Law to tax indirect transfers is not bad in itself at all

August 21, 2016 11:28 pm | Updated October 18, 2016 03:02 pm IST

Mukesh Butani, managing partner at BMR Legal

Mukesh Butani, managing partner at BMR Legal

Mukesh Butani, managing partner at BMR Legal has just published a book on the knotty issue of tax disputes in India — a top concern for global investors. Here, he discusses how well tax disputes have been managed, what to watch for in an era of new domestic tax paradigms such as the impending Goods and Service Tax regime, and a global crackdown on cross-border tax arbitrage.

Edited excerpts:

What’s your prognosis of the tax disputes landscape often blamed for India’s uncertain investment climate?

Tax disputes typically remind people of courts. But they arise at the lowest level where the taxpayer says ‘x’ and an officer says something different, eg, ‘y’. What you do to avoid going to the trial stage? Why does it have to be settled only by the Supreme Court? The normal process of how courts administratively lookat disputes has to change. One reason is that disputes in the post-liberalisation era are of very different from those that occurred in earlier in India’s post-Independence history. If you do a fast-forward of how disputes will occur in the future, it’s going to be even more different. For example, with the imminent GST law you need to actually rewrite the entire jurisprudence to interpret the law judicially. Cross-border tax disputes will occur because of new regimes such as Base Erosion and Profit Shifting norms, for which there are no precedents. So you have to look at disputes very differently even in the courts. We will have to look at alternative dispute resolution, tax arbitration, mutual agreement procedures. For example, how should transfer pricing disputes on questions of valuation, not law, be settled? India got negative press because of Nokia, Vodafone, Microsoft, IBM, Flipkart and Amazon, because traditional forums for resolving disputes and jurisprudence are not going to help you settle these kind of disputes. Foreign investors feel there’s no clarity, certainty or consistency.

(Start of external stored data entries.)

using DistillPlan.Core.PlanFiles;
using DistillPlan.Reports;
using DistillPlan.Tui.Model;

namespace DistillPlan.Tui.Tests;

/// <summary>The plain-C# pieces behind issue 11: the mixture builder, the readout layout, export, recent files, a broken user library.</summary>
public sealed class ModelPieceTests : IDisposable
{
    private readonly string _dir = Directory.CreateTempSubdirectory("dp-tui-model-").FullName;
    public void Dispose() => Directory.Delete(_dir, recursive: true);

    [Theory]
    // charge before, solvent added, charge after, cursor after "=" (or at the end of an item that has an amount)
    [InlineData("", "water", "water=", 6)]
    [InlineData("ethyl-acetate", "heptane", "ethyl-acetate,heptane=", 22)]
    [InlineData("ethyl-acetate", "ethyl-acetate", "ethyl-acetate=", 14)]
    [InlineData("EtOAc=30,heptane=70", "ethyl acetate", "EtOAc=30,heptane=70", 8)]
    [InlineData("ethanol=30, ", "water", "ethanol=30,water=", 17)]
    public void The_mixture_builder_adds_name_equals_once_with_the_cursor_after_the_equals(string charge, string solvent, string expected, int cursor)
    {
        var (text, at) = ChargeText.Add(charge, TestLibrary.Library.Find(solvent), TestLibrary.Library);
        Assert.Equal(expected, text);
        Assert.Equal(cursor, at);
    }

    [Fact]
    public void Typing_an_amount_after_adding_to_an_empty_charge_gives_name_equals_amount()
    {
        var vm = new PlannerViewModel(TestLibrary.Library);
        vm.Edit(d => d with { Charge = "" });
        int at = vm.AddSolvent(TestLibrary.Library.Find("water"));
        vm.Edit(d => d with { Charge = d.Charge.Insert(at, "30") });
        Assert.Equal("water=30", vm.Document.Charge);
    }

    [Theory]
    [InlineData(78)]
    [InlineData(66)]
    public void The_setpoint_line_keeps_every_value_when_no_vacuum_is_needed(int width)
    {
        // Diethyl ether boils at 34.6 °C (CRC), below the default 40 °C vapour temperature: no vacuum is needed.
        var vm = new PlannerViewModel(TestLibrary.Library);
        vm.Edit(d => d with { Charge = "diethyl-ether" });
        var p = vm.Outcome.Plan!;
        Assert.True(p.AtAtmosphericPressure);
        string line = vm.Readout(width)[0];
        Assert.True(line.Length <= width, line);
        Assert.Contains(p.CondenserMax.ToString(), line);
        Assert.Contains(p.Bath.ToString(), line);
        Assert.Contains(vm.P(p.VacuumSetpoint), line);
    }

    [Fact]
    public void A_long_error_keeps_its_key_part_in_the_readout()
    {
        var vm = new PlannerViewModel(TestLibrary.Library);
        vm.Edit(d => d with { Charge = "ethyl-acetate=10,ethyl-acetate=20" });
        Assert.EndsWith("is given twice", vm.Error);
        var lines = vm.Readout(78);
        Assert.All(lines, l => Assert.True(l.Length <= 78, l));
        Assert.Contains("given twice", lines[1] + lines[2]);
        // Even at a narrow width, where the message needs more than two lines.
        lines = vm.Readout(40);
        Assert.EndsWith("is given twice", lines[2]);
    }

    public static TheoryData<string> Kinds() => [".md", ".csv", ".json", ".txt"];

    [Theory]
    [MemberData(nameof(Kinds))]
    public void Export_writes_what_the_cli_renderers_write_and_asks_before_replacing(string ext)
    {
        var vm = new PlannerViewModel(TestLibrary.Library) { Clock = new DateTimeOffset(2026, 1, 2, 3, 4, 5, TimeSpan.Zero) };
        vm.Edit(d => d with { Charge = "thf" });
        string path = Path.Combine(_dir, "plan" + ext);
        Assert.Equal(SaveOutcome.Saved, vm.Export(path, ramp: false, _ => throw new InvalidOperationException("must not ask for a new file")));
        var r = vm.Outcome.Report!;
        string expected = ext switch
        {
            ".md" => MarkdownReport.Render(r, vm.Display),
            ".csv" => CsvReport.Render(r, vm.Display),
            ".json" => JsonReport.Render(r) + "\n",
            _ => TextReport.Render(r, vm.Display),
        };
        Assert.Equal(expected, File.ReadAllText(path));
        Assert.Equal(SaveOutcome.Declined, vm.Export(path, ramp: false, _ => false));
        Assert.Equal(expected, File.ReadAllText(path));
    }

    [Theory]
    [InlineData(".svg")]
    [InlineData(".png")]
    public void Export_writes_the_plot_files_of_the_plan_and_of_the_ramp(string ext)
    {
        var vm = new PlannerViewModel(TestLibrary.Library);
        string plan = Path.Combine(_dir, "plan" + ext), ramp = Path.Combine(_dir, "ramp" + ext);
        vm.Export(plan, ramp: false, _ => false);
        vm.Export(ramp, ramp: true, _ => false);
        foreach (string f in new[] { plan, ramp })
        {
            byte[] head = File.ReadAllBytes(f).Take(8).ToArray();
            if (ext == ".svg") Assert.Contains("<svg", File.ReadAllText(f));
            else Assert.Equal(new byte[] { 0x89, (byte)'P', (byte)'N', (byte)'G' }, head.Take(4));
        }
    }

    [Fact]
    public void Export_refuses_an_unknown_extension_in_one_line()
    {
        var vm = new PlannerViewModel(TestLibrary.Library);
        var e = Assert.Throws<Core.InputException>(() => vm.Export(Path.Combine(_dir, "plan.docx"), false, _ => true));
        Assert.Contains(".md, .csv, .json, .txt, .svg, .png", e.Message);
        Assert.DoesNotContain("\n", e.Message);
    }

    [Fact]
    public void Recent_files_are_newest_first_without_repeats_and_forget_missing_files()
    {
        var recent = new RecentPlans(Path.Combine(_dir, "cfg", "recent-plans.txt"));
        Assert.Empty(recent.Paths);
        string a = Path.Combine(_dir, "a.yaml"), b = Path.Combine(_dir, "b.yaml");
        File.WriteAllText(a, "");
        File.WriteAllText(b, "");
        recent.Add(a);
        recent.Add(b);
        recent.Add(a);
        Assert.Equal([a, b], recent.Paths);
        File.Delete(b);
        Assert.Equal([a], recent.Paths);
    }

    [Fact]
    public void A_broken_user_library_gives_the_shipped_library_and_one_line_saying_why()
    {
        string broken = Path.Combine(_dir, "solvents.yaml");
        File.WriteAllText(broken, "solvents:\n  - name: [unclosed\n");
        var (library, problem) = LibraryStartup.Load(broken);
        Assert.NotNull(problem);
        Assert.DoesNotContain("\n", problem);
        Assert.Contains(broken, problem);
        Assert.True(library.TryFind("ethanol", out _));
        Assert.Equal(TestLibrary.Library.Solvents.Count, library.Solvents.Count);
    }
}
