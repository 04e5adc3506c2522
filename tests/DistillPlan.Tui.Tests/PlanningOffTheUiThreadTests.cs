using DistillPlan.Tui.Model;

namespace DistillPlan.Tui.Tests;

/// <summary>
/// Issue 11, item 2: plans are computed by a scheduler, never inside the edit. These tests hold the
/// requests and release them by hand (no threads, no clocks, no timing), then check the one real
/// scheduler hands results back through the UI's post function.
/// </summary>
[Collection(TerminalCollection.Name)]
public sealed class PlanningOffTheUiThreadTests
{
    [Fact]
    public void An_edit_does_not_plan_at_once_and_the_last_good_plan_stays_on_screen_marked_computing()
    {
        var held = new HeldScheduler();
        var vm = new PlannerViewModel(TestLibrary.Library, held);
        var before = vm.Outcome.Plan;
        vm.Edit(d => d with { Charge = "ethanol" });
        Assert.True(vm.IsComputing);
        Assert.Same(before, vm.Outcome.Plan);
        Assert.Single(held.Held);
        held.Release(0);
        Assert.False(vm.IsComputing);
        Assert.Equal("ethanol", vm.Outcome.Plan!.Charge.Describe());
    }

    [Fact]
    public void A_result_for_an_older_edit_is_dropped()
    {
        var held = new HeldScheduler();
        var vm = new PlannerViewModel(TestLibrary.Library, held);
        vm.Edit(d => d with { Charge = "ethanol" });
        vm.Edit(d => d with { Charge = "toluene" });
        held.Release(1);
        Assert.Equal("toluene", vm.Outcome.Plan!.Charge.Describe());
        held.Release(0);   // the ethanol plan arrives late: stale
        Assert.Equal("toluene", vm.Outcome.Plan!.Charge.Describe());
        Assert.False(vm.IsComputing);
    }

    [Fact]
    public void An_invalid_edit_shows_its_error_and_keeps_the_last_good_plan()
    {
        var held = new HeldScheduler();
        var vm = new PlannerViewModel(TestLibrary.Library, held);
        var good = vm.Outcome.Plan;
        vm.SetSetting("pump-limit", "5 bananas");
        held.Release(0);
        Assert.StartsWith("--pump-limit", vm.Error);
        Assert.Same(good, vm.Outcome.Plan);
        Assert.Throws<Core.InputException>(() => vm.Export(Path.Combine(Path.GetTempPath(), "never.md"), ramp: false, _ => true));
    }

    [Fact]
    public void The_window_shows_computing_and_then_the_new_setpoints()
    {
        var held = new HeldScheduler();
        using var h = new PlannerHarness(vm: new PlannerViewModel(TestLibrary.Library, held));
        string old = h.Vm.P(h.Vm.Outcome.Plan!.VacuumSetpoint);
        h.Vm.Edit(d => d with { Charge = "ethanol" });
        string screen = h.Screen();
        Assert.Contains("computing…", screen);
        Assert.Contains($"Vacuum {old}", screen);
        held.Release(0);
        screen = h.Screen();
        Assert.DoesNotContain("computing…", screen);
        Assert.Contains($"Vacuum {h.Vm.P(h.Vm.Outcome.Plan!.VacuumSetpoint)}", screen);
        Assert.Contains("| ethanol", screen);
    }

    [Fact]
    public void The_background_scheduler_computes_off_the_callers_thread_and_delivers_through_post_only_the_newest()
    {
        int caller = Environment.CurrentManagedThreadId;
        var posted = new System.Collections.Concurrent.BlockingCollection<Action>();
        var scheduler = new BackgroundPlanScheduler(posted.Add, TimeSpan.Zero);
        int computedOn = caller;
        var delivered = new List<string>();
        scheduler.Request(() => { computedOn = Environment.CurrentManagedThreadId; return PlanOutcome.Failed("first"); }, o => delivered.Add(o.Error!));
        // The test thread plays the UI loop: it runs what was posted (waiting for it is not a timing assertion).
        Assert.True(posted.TryTake(out var run, TimeSpan.FromMinutes(1)));
        Assert.Empty(delivered);
        run!();
        Assert.Equal(["first"], delivered);
        Assert.NotEqual(caller, computedOn);

        // A failure inside the computation becomes a one-line result, never a crash of the pool thread.
        scheduler.Request(() => throw new InvalidOperationException("boom\nstack"), o => delivered.Add(o.Error!));
        Assert.True(posted.TryTake(out run, TimeSpan.FromMinutes(1)));
        run!();
        Assert.Contains("internal error: InvalidOperationException: boom (please report it)", delivered[^1]);
    }
}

Is it a legacy issue owing to the inability to push tax reform?

We have been responsive to legislative changes and directional tax policy changes, in the last 25 years. After granting a spate of tax holidays to spur industrial growth in the nineties, we realised they should have a full-stop somewhere. But on aspects like dispute resolution and administrative practices, we haven’t moved, else we wouldn’t have seen record disputes.

Do you sense reluctance on administrative reforms?

I think the intent is there. But it’s a gigantic ecosystem. It’s like trying to bring the economy back to growth mode. We keep having this philosophical debate about when India will touch 9-10% growth… is it practical with the internal challenges? We have just got (our hands) around inflation thanks to crude oil prices, but we still have a problem of NPAs, corporate debt and recapitalisation of banks. The government is talking of a national litigation policy and getting rid of obsolete laws. There is a move to set up dedicated tax benches. If you look back at the history of tax administration, you will not find any one government that has issued 23 notifications to address issues of ease of doing business. At the highest political level, you have the PM who says India has changed, is being reformed with a red carpet, not red tape — that is empowerment at a macro level. The message takes time to percolate down which is not easy, because you are dealing with-red tape there.

Former Finance Minister P. Chidambaram recently said he would have scrapped the retrospective tax that has spooked foreign investors by now…

The common man became aware of retrospective tax changes only due to Vodafone. That assumed significance because here was a company that won the case and the law was changed. The manner in which it was done came up for questioning. On a standalone basis, retrospective amendment is not bad in law and some are in favour of taxpayers. I have shown a trend to demonstrate a direct correlation between past actions and FDI, and how retrospective amendments rose in 2012. There are some very expensive lessons we have learnt. Suffice for me to mention that if a law can be amended retrospectively, it can also be repealed retrospectively. But there are implications of that repeal. Take the infamous fringe benefits tax that was criticised a lot. Pranab Mukherjee, as finance minister, repealed it in two years. But he didn’t do it retrospectively as it would have meant people who were taxed had to be given refunds. But this law is different.

Is this still a headache for investors?

To be fair, in an era of BEPS and General Anti-Avoidance Rules, this law had to come. The question was: should it have been applied retrospectively? I don’t think that law to tax indirect transfers is bad per se . The debate is only on the retrospective aspect.

Many people are getting notified about the end of LPG subsidy citing income over Rs.10 lakh a year, though the Centre has said it is not using I-T records for this.

Taxpayer confidentiality is a big debate in the world. If LPG users are getting notices about ceasing subsidies as they are earning more than Rs.10 lakh, it means one department is using data collected by another. If one government agency makes use of my income tax data, it raises a question of taxpayer rights — a very big issue globally. In the western world, this will never be allowed. Part of the fundamental rights is the right to confidentiality of information, the right to a fair trial and right to be heard. Then there are moral rights like getting good infrastructure. That debate has not come up in India.